What is Lovelock's answer to the questions above? Bad, very bad. By 2020, less than a dozen years from now, he expects extreme weather to become normal. And it's too late to do anything about it.

In a nutshell, Lovelocks thinks we're fucked, pardon my French. When the interviewer asks what he would do if he were her, the octogenarian answers, "Enjoy life while you can. Because if you're lucky, it's going to be 20 years before it hits the fan."

From an individual perspective, his advice makes perfect sense, regardless of global warming. None of us knows how many hours we have left. Most of us plan our lives assuming that we will wake up tomorrow morning and the next and the next for decades to come, but most of us also know that this assumption is just that, an assumption that can be shattered by an earthquake, an aneurysm, a terrorist attack. If nothing else, enjoying life is an antidote to the fear of our individual mortality.
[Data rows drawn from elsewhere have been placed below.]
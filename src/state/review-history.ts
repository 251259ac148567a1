/**
 * The saved-review history seen from the page: the archive (IndexedDB + journal, opened once), the list
 * the start page shows, reopening a snapshot (directly when its participant is loaded; otherwise once the
 * reviewer opens that participant's files — the demo opens by itself), and the questions asked before an
 * action replaces work.
 */
import { workbenchStore } from './store.ts';
import { openReviewDb, type ReviewDb } from './review-db.ts';
import { reviewKey } from './services.ts';
import { askFirst, persistenceStore, reportLost } from './persistence.ts';
import { decidedCount, hasWork, type ReviewSnapshot } from './review-snapshot.ts';
import { demoFilePaths } from './demo-files.ts';
import { countOf } from './replace-guards.ts';
import type { WorkbenchState } from './types.ts';

let archive: Promise<ReviewDb> | null = null;

/** The page's saved-review archive (opened on first use; a failed opening is tried again next time). */
export function getReviewArchive(): Promise<ReviewDb> {
  archive ??= openReviewDb().then(
    (db) => {
      reportLost(db.journalLost);
      return db;
    },
    (e: unknown) => {
      archive = null;
      throw e;
    },
  );
  return archive;
}

/** Replaces the archive (tests). */
export function setReviewArchive(db: ReviewDb | null): void {
  archive = db ? Promise.resolve(db) : null;
}

/** Reloads the list of saved snapshots (start page); damaged records are reported, the rest listed. */
export async function refreshSavedReviews(): Promise<void> {
  try {
    const { snapshots, lost } = await (await getReviewArchive()).listSnapshots();
    reportLost(lost);
    persistenceStore.setState({ saved: snapshots.filter((s) => hasWork(s.decisions)) });
  } catch {
    persistenceStore.setState({ saved: [] });
  }
}

export const formatWhen = (iso: string): string => {
  const d = new Date(iso);
  return Number.isNaN(d.getTime()) ? iso : d.toLocaleString();
};

const currentKey = (s: WorkbenchState) =>
  s.recordingSha256 !== null && s.decompositionSha256 !== null ? reviewKey(s.recordingSha256, s.decompositionSha256) : null;


const demoRecordingNames = (): string[] => {
  try {
    return demoFilePaths().filter((p) => /\.(edf|bdf)$/i.test(p)).map((p) => p.slice(p.lastIndexOf('/') + 1));
  } catch {
    return [];
  }
};

/** Puts `snap` on the board (as an accepted offer, so undo does not reach back past it). */
function apply(snap: ReviewSnapshot) {
  const s = workbenchStore.getState();
  workbenchStore.setState({
    resumeOffer: { savedAt: snap.savedAt, aim: snap.aim, thresholds: snap.thresholds ?? {}, decisions: snap.decisions, decidedCount: decidedCount(snap.decisions) },
  });
  s.resume(true);
  workbenchStore.setState({
    reviewer: snap.reviewer || workbenchStore.getState().reviewer,
    screen: 'board',
    notice: { kind: 'info', text: `Restored the review saved ${formatWhen(snap.savedAt)} (${countOf(snap.decisions)}).` },
  });
}

/** Reopens a saved snapshot: asks first when it would replace work on the board. */
export async function reopenSnapshot(snap: ReviewSnapshot): Promise<void> {
  const s = workbenchStore.getState();
  const key = currentKey(s);
  if (key === snap.key && s.evidence !== null) {
    if (hasWork(s.decisions)) {
      const ok = await askFirst({
        title: `Restore the review saved ${formatWhen(snap.savedAt)}?`,
        replaces: `It replaces the ${countOf(s.decisions)} on the board now. Those stay saved as their own snapshot in this participant's history.`,
        confirmLabel: 'Restore it',
      });
      if (!ok) return;
    }
    apply(snap);
    void refreshSavedReviews();
    return;
  }
  if (s.decomposition !== null) {
    const ok = await askFirst({
      title: `Reopen the review of ${snap.recordingName ?? 'another participant'}?`,
      replaces: `It closes ${s.recording?.fileName ?? 'the participant'} under review (${countOf(s.decisions)}). That review is saved and listed here.`,
      confirmLabel: 'Reopen',
    });
    if (!ok) return;
  }
  persistenceStore.setState({ pendingRestore: snap });
  if (snap.recordingName !== null && demoRecordingNames().includes(snap.recordingName)) {
    await workbenchStore.getState().loadDemo();
    return;
  }
  workbenchStore.getState().setNotice({
    kind: 'info',
    text: `To reopen this review, open ${snap.recordingName ?? 'the recording'} with its decomposition (above): the saved review is put on the board as soon as they are read.`,
  });
}

/**
 * Watches for the participant a pending reopen waits for; when its evidence is ready the snapshot goes on
 * the board. Returns the function that stops watching.
 */
export function startRestoreWatch(): () => void {
  return workbenchStore.subscribe((s, prev) => {
    const pending = persistenceStore.getState().pendingRestore;
    if (!pending || s.evidence === null || prev.evidence === s.evidence) return;
    if (currentKey(s) !== pending.key) {
      if (s.recordingSha256 !== null) {
        persistenceStore.setState({ pendingRestore: null });
        workbenchStore.getState().setNotice({
          kind: 'error',
          text: `The files opened are not the participant of the saved review (${pending.recordingName ?? 'another recording'}, or another decomposition of it); the saved review was not put on the board and stays listed on the start page.`,
        });
      }
      return;
    }
    persistenceStore.setState({ pendingRestore: null });
    apply(pending);
  });
}

/** Asks before opening another recording replaces the participant under review; true = go ahead. */
export function confirmSwitchParticipant(newName: string): Promise<boolean> {
  const s = workbenchStore.getState();
  if (s.decomposition === null) return Promise.resolve(true);
  return askFirst({
    title: `Open ${newName}?`,
    replaces: `It replaces ${s.recording?.fileName ?? 'the participant'} under review (${countOf(s.decisions)}). That review is saved: reopen it from the start page.`,
    confirmLabel: `Open ${newName}`,
  });
}
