/**
 * What the decomposition missed, for the current decisions (src/core/review/residual.ts): one result kept
 * per recording, for the decomposition and removed set it was measured on. The preview's notice fills it
 * from a worker; the methods text reads it, measuring here (synchronously) only when nothing matches.
 */
import type { Decomposition } from '../core/decomposition.ts';
import type { LoadedRecording } from '../core/recording.ts';
import { residualForReview, type ResidualResult } from '../core/review/residual.ts';
import { selectRemovedIndices } from './selectors.ts';
import type { WorkbenchState } from './types.ts';

const kept = new WeakMap<LoadedRecording, { decomposition: Decomposition; key: string; result: ResidualResult }>();

const keyOf = (removed: readonly number[]) => [...removed].sort((a, b) => a - b).join(',');

/** Stores a result measured elsewhere (the preview's worker) for 1-based `removed`. */
export function rememberResidual(recording: LoadedRecording, decomposition: Decomposition, removed: readonly number[], result: ResidualResult): void {
  kept.set(recording, { decomposition, key: keyOf(removed), result });
}

/** The stored result for exactly these inputs, or null. */
export function recalledResidual(recording: LoadedRecording, decomposition: Decomposition, removed: readonly number[]): ResidualResult | null {
  const hit = kept.get(recording);
  return hit && hit.decomposition === decomposition && hit.key === keyOf(removed) ? hit.result : null;
}

/** The residual check of the current decisions (stored, else measured now); null before a review is loaded or when it cannot run. */
export function residualFromState(s: Pick<WorkbenchState, 'recording' | 'decomposition' | 'decisions'>): ResidualResult | null {
  const { recording, decomposition } = s;
  if (!recording || !decomposition) return null;
  const removed = selectRemovedIndices(s as WorkbenchState).filter((i) => i <= decomposition.nComponents);
  const hit = recalledResidual(recording, decomposition, removed);
  if (hit) return hit;
  try {
    const result = residualForReview(recording, decomposition, removed);
    rememberResidual(recording, decomposition, removed, result);
    return result;
  } catch {
    return null;
  }
}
But collective mortality is another matter. As the mother of two adult children who are just beginning to carve their way in the world, who have always talked about the children they someday hope to have, my stomach clenches reading Lovelock's words. How does one plan for a future of mass chaos? And yet this is already the case in much of Africa where climate changes such as desertification and viruses like HIV have combined with human greed and hatred to produce large-scale death and destruction. While the rest of us might prefer to think that Africa's fate is far removed from our own, Hollywood is already busy imagining what might happen when the icecaps melt.

So how do we reconcile the need to live our everyday lives, with their individual dramas of hopes and dreams, loves and losses, with the knowledge that we may all be living in the equivalent of Darfur sooner rather than later, in this life and not in some future circle of hell? Perhaps Lovelock is right and it's already too late, but it seems to me that we have a moral obligation to try to stop the rising tides. It's time to put the environmental crisis, not the credit crisis or the Middle East crisis, front and center on the international agenda. And at the same time, try to enjoy each and every moment.